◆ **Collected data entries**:
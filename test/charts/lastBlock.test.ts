import * as fc from 'fast-check';
import { describe, expect, test } from 'vitest';
import { type BlockDesign, LEAST_BEFORE, lastBlockFinder } from '../../src/charts/standing/lastBlock.ts';
import { startCandidates } from '../../src/charts/standing/startCandidates.ts';
import type { SubgroupCount } from '../../src/charts/types.ts';
import { history } from './arbitraries.ts';

/** Binomial log likelihood without its constant, written out. */
function logLikelihood(lost: number, accounts: number, rate: number): number {
  return (lost > 0 ? lost * Math.log(rate) : 0) + (lost < accounts ? (accounts - lost) * Math.log(1 - rate) : 0);
}

const total = (counts: readonly SubgroupCount[]): SubgroupCount => ({
  accounts: counts.reduce((sum, count) => sum + count.accounts, 0),
  lost: counts.reduce((sum, count) => sum + count.lost, 0),
});
const atBest = ({ lost, accounts }: SubgroupCount, rate = lost / accounts): number =>
  logLikelihood(lost, accounts, rate);

/** Every block summed anew: the ratio of each start, signed by its side. */
function naiveRatios(counts: readonly SubgroupCount[], { baselineLast, excluded }: BlockDesign) {
  const isUsed = (i: number): boolean => i >= baselineLast || !excluded.includes(i + 1);
  const usedFrom = (from: number, to: number): SubgroupCount[] =>
    counts.filter((_, i) => i >= from && i < to && isUsed(i));
  const trial = baselineLast >= counts.length;
  const level = total(usedFrom(0, baselineLast));
  return counts.flatMap((_, i) => {
    if (i < (trial ? LEAST_BEFORE : baselineLast) || !isUsed(i)) return [];
    const block = total(usedFrom(i, counts.length));
    const before = trial ? total(usedFrom(0, i)) : level;
    if (before.accounts === 0) return [];
    const difference = block.lost / block.accounts - before.lost / before.accounts;
    const ratio = trial
      ? atBest(block) + atBest(before) - atBest(level)
      : atBest(block) - atBest(block, level.lost / level.accounts);
    return [{ first: i + 1, ratio, side: Math.abs(difference) < 1e-12 ? 0 : Math.sign(difference) }];
  });
}

const design = history(10, 30).chain((counts) =>
  fc.record({
    counts: fc.constant(counts),
    baselineLast: fc.oneof(fc.constant(counts.length), fc.integer({ min: 2, max: counts.length })),
    excluded: fc.oneof(fc.constant([]), fc.array(fc.integer({ min: 1, max: 8 }), { maxLength: 1 })),
  }),
);

describe('the last block', () => {
  test('is the one a search over all starts finds, on either side, with or without points left out', () => {
    fc.assert(
      fc.property(design, ({ counts, baselineLast, excluded }) => {
        const accounts = Object.freeze(counts.map((count) => count.accounts));
        const blocks = lastBlockFinder({ accounts, baselineLast, excluded: Object.freeze(excluded) });
        const found = blocks(Object.freeze(counts.map((count) => count.lost)));
        const ratios = naiveRatios(counts, { accounts, baselineLast, excluded });
        for (const [side, sign] of [
          ['above', 1],
          ['below', -1],
        ] as const) {
          const best = ratios.filter((one) => one.side === sign).reduce((most, one) => Math.max(most, one.ratio), 0);
          if (best === Number.POSITIVE_INFINITY) expect(found[side].ratio).toBe(best);
          else expect(Math.abs(found[side].ratio - best)).toBeLessThan(1e-7 * (1 + best));
          if (best > 1e-6) {
            const there = ratios.find((one) => one.first === found[side].first)!;
            expect(there.side).toBe(sign);
            if (best < Number.POSITIVE_INFINITY) expect(Math.abs(there.ratio - best)).toBeLessThan(1e-7 * (1 + best));
          }
        }
      }),
      { numRuns: 500 },
    );
  });

  test('below the level is what above the level is for those who stayed', () => {
    fc.assert(
      fc.property(design, ({ counts, baselineLast, excluded }) => {
        const blocks = lastBlockFinder({ accounts: counts.map((count) => count.accounts), baselineLast, excluded });
        const one = blocks(counts.map((count) => count.lost));
        const other = blocks(counts.map((count) => count.accounts - count.lost));
        for (const [side, opposite] of [
          ['above', 'below'],
          ['below', 'above'],
        ] as const) {
          const [a, b] = [one[side].ratio, other[opposite].ratio];
          if (Math.max(a, b) === Number.POSITIVE_INFINITY) expect(a).toBe(b);
          else expect(Math.abs(a - b)).toBeLessThan(1e-6 * (1 + a));
        }
      }),
      { numRuns: 300 },
    );
  });
});

describe('start candidates', () => {
  test('hold the most likely start, after the baseline, and leave their inputs alone', () => {
    const counts = Object.freeze([...Array.from({ length: 25 }, (_, i) => 5 + (i % 3)), 6, 4, 5, 11, 14, 12, 13, 10]);
    const accounts = Object.freeze(counts.map(() => 100));
    const found = startCandidates({ accounts, baselineLast: 25, excluded: Object.freeze([3]) }, counts, 'above');
    expect(found.first).toBe(29);
    expect(found.candidates[0]).toBeLessThanOrEqual(29);
    expect(found.candidates[0]).toBeGreaterThan(25);
    expect(found.candidates[1]).toBeGreaterThanOrEqual(29);
    expect(found.candidates[1]).toBeLessThanOrEqual(33);
  });

  test('of a move that can hardly be told stay among the points at which it can have begun', () => {
    const counts = [...Array.from({ length: 25 }, () => 2), 2, 2, 3, 2, 3];
    const accounts = counts.map(() => 40);
    const { candidates } = startCandidates({ accounts, baselineLast: 25, excluded: [] }, counts, 'above');
    // The baseline's own points count too, as long as enough lie before to be a level.
    expect(candidates[0]).toBeGreaterThan(LEAST_BEFORE);
    expect(candidates[1]).toBeLessThanOrEqual(30);
  });
});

◆ **WHAT YOU ARE ASKED TO DO**: The first line of the entries, the line with "if (before.accounts === 0) return [];", and every line between them should be retyped exactly, and nothing else.

◆ **RESULT OF THE TASK**:
filename test/charts/lastBlock.test.ts
import * as fc from 'fast-check';
import { describe, expect, test } from 'vitest';
import { type BlockDesign, LEAST_BEFORE, lastBlockFinder } from '../../src/charts/standing/lastBlock.ts';
import { startCandidates } from '../../src/charts/standing/startCandidates.ts';
import type { SubgroupCount } from '../../src/charts/types.ts';
import { history } from './arbitraries.ts';

/** Binomial log likelihood without its constant, written out. */
function logLikelihood(lost: number, accounts: number, rate: number): number {
  return (lost > 0 ? lost * Math.log(rate) : 0) + (lost < accounts ? (accounts - lost) * Math.log(1 - rate) : 0);
}

const total = (counts: readonly SubgroupCount[]): SubgroupCount => ({
  accounts: counts.reduce((sum, count) => sum + count.accounts, 0),
  lost: counts.reduce((sum, count) => sum + count.lost, 0),
});
const atBest = ({ lost, accounts }: SubgroupCount, rate = lost / accounts): number =>
  logLikelihood(lost, accounts, rate);

/** Every block summed anew: the ratio of each start, signed by its side. */
function naiveRatios(counts: readonly SubgroupCount[], { baselineLast, excluded }: BlockDesign) {
  const isUsed = (i: number): boolean => i >= baselineLast || !excluded.includes(i + 1);
  const usedFrom = (from: number, to: number): SubgroupCount[] =>
    counts.filter((_, i) => i >= from && i < to && isUsed(i));
  const trial = baselineLast >= counts.length;
  const level = total(usedFrom(0, baselineLast));
  return counts.flatMap((_, i) => {
    if (i < (trial ? LEAST_BEFORE : baselineLast) || !isUsed(i)) return [];
    const block = total(usedFrom(i, counts.length));
    const before = trial ? total(usedFrom(0, i)) : level;
    if (before.accounts === 0) return [];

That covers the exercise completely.